妻が肺がんになって気づいた、「記録すること(ジャーナリング)」がもたらす大きな力

Self2Drive Story|歩んで来た道

日頃から習慣にしている「ジャーナリング(記録すること)」。

実は、家内が肺がんと診断されてから、この習慣が私たちの闘病生活において、なくてはならない強力な支えになっています。

私は家内のがんが分かってから、彼女の日々の状態や変化を、どんなに些細なことであってもずっとノートに書き留め、記録し続けています。

実際にこの「記録の習慣」を続けていて、本当に良かったと感じる理由を、私の実感とともに残しておきたいと思います。

1. 医師への正確な説明と、的確な治療方針の決定に役立つ

病院で先生から「その症状は、いつ頃から出始めましたか?」と聞かれることはとても多いです。

人間の記憶は曖昧なもので、緊迫した状況のなかでは「いつだったか、なんとなく数日前から……」と濁ってしまいがちです。

しかし、些細なことでも毎日記録していると、「〇月〇日の何時頃からこういう症状が出て、このような経緯をたどって今の状態になりました」と、客観的なタイムラインを明確に説明することができます。

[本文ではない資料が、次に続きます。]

#include "sim/scenario/csv_fields.hpp"

#include <fmt/format.h>

#include <charconv>

namespace larder {

namespace {

bool blank(char c) {
  return c == ' ' || c == '\t';
}

}  // namespace

void split_fields(std::string_view line, std::vector<CsvField>& out) {
  out.clear();
  size_t pos = 0;
  const size_t n = line.size();
  while (true) {
    CsvField f;
    f.column = static_cast<int>(pos) + 1;
    size_t a = pos;
    while (a < n && blank(line[a])) ++a;
    size_t end = a;  // the comma (or line end) after the field
    if (a < n && line[a] == '"') {
      // Quoted: up to the closing quote, "" standing for one quote; anything after the closing
      // quote up to the comma is kept, so a stray character never vanishes silently.
      size_t i = a + 1;
      while (i < n) {
        if (line[i] == '"') {
          if (i + 1 < n && line[i + 1] == '"') {
            f.text += '"';
            i += 2;
            continue;
          }
          ++i;
          break;
        }
        f.text += line[i++];
      }
      end = i;
      while (end < n && line[end] != ',') ++end;
      size_t b = end;
      while (b > i && blank(line[b - 1])) --b;
      f.text.append(line.substr(i, b - i));
    } else {
      while (end < n && line[end] != ',') ++end;
      size_t b = end;
      while (b > a && blank(line[b - 1])) --b;
      f.text.assign(line.substr(a, b - a));
    }
    out.push_back(std::move(f));
    if (end >= n) break;
    pos = end + 1;
  }
}

std::optional<int> unclosed_quote(std::string_view line) {
  size_t pos = 0;
  const size_t n = line.size();
  while (pos <= n) {
    size_t a = pos;
    while (a < n && blank(line[a])) ++a;
    size_t end = a;
    if (a < n && line[a] == '"') {
      size_t i = a + 1;
      bool closed = false;
      while (i < n) {
        if (line[i] == '"') {
          if (i + 1 < n && line[i + 1] == '"') {
            i += 2;
            continue;
          }
          closed = true;
          ++i;
          break;
        }
        ++i;
      }
      if (!closed) return static_cast<int>(a) + 1;
      end = i;
    }
    while (end < n && line[end] != ',') ++end;
    if (end >= n) break;
    pos = end + 1;
  }
  return std::nullopt;
}

std::vector<CsvField> split_fields(std::string_view line) {
  std::vector<CsvField> out;
  split_fields(line, out);
  return out;
}

std::optional<long long> whole_number(std::string_view text) {
  long long v = 0;
  const char* first = text.data() + (!text.empty() && text[0] == '+' ? 1 : 0);
  const char* last = text.data() + text.size();
  if (first == last || (*first == '-' && first + 1 == last)) return std::nullopt;
  if (*first == '+' || (text[0] == '+' && *first == '-')) return std::nullopt;
  const auto [ptr, ec] = std::from_chars(first, last, v);
  if (ec != std::errc() || ptr != last) return std::nullopt;
  return v;
}

std::string printable(std::string_view text, std::size_t max) {
  std::string out;
  std::size_t shown = 0;
  for (const char c : text) {
    if (shown == max) {
      out += "...";
      break;
    }
    const auto u = static_cast<unsigned char>(c);
    if (u >= 0x20 && u < 0x7f) {
      out += c;
    } else {
      out += fmt::format("\\x{:02x}", u);
    }
    ++shown;
  }
  return out;
}

}  // namespace larder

これが、先生方が現状を正しく把握し、次の治療方針をスピーディーかつ的確に決めるための大いなるヒントになっています。

2. 「小さな変化」にいち早く気づけるようになる

「毎日記録しよう」という意識を持って家内と接していると、ただなんとなく過ごしているときよりも、彼女のほんの少しの体調の変化や、言葉のニュアンスの違いに敏感になります。

「いつもと少しだけ様子が違うな」「ちょっとここが気になるな」という、見過ごしてしまいそうな初期のサインに、私自身がいち早く気づくことができるのです。

3. 主治医との連携がスムーズになり、早期の対処が可能になる

ほんの小さな変化であっても、少しでも気になることがあれば、私はすぐに主治医の先生に伝えるようにしています。

そのおかげで、先生からも「それは今は気にしなくても大丈夫な変化ですよ」とか、「それなら念のために、少し早めに細かい検査をしておきましょう」といった判断をすぐに仰ぐことができます。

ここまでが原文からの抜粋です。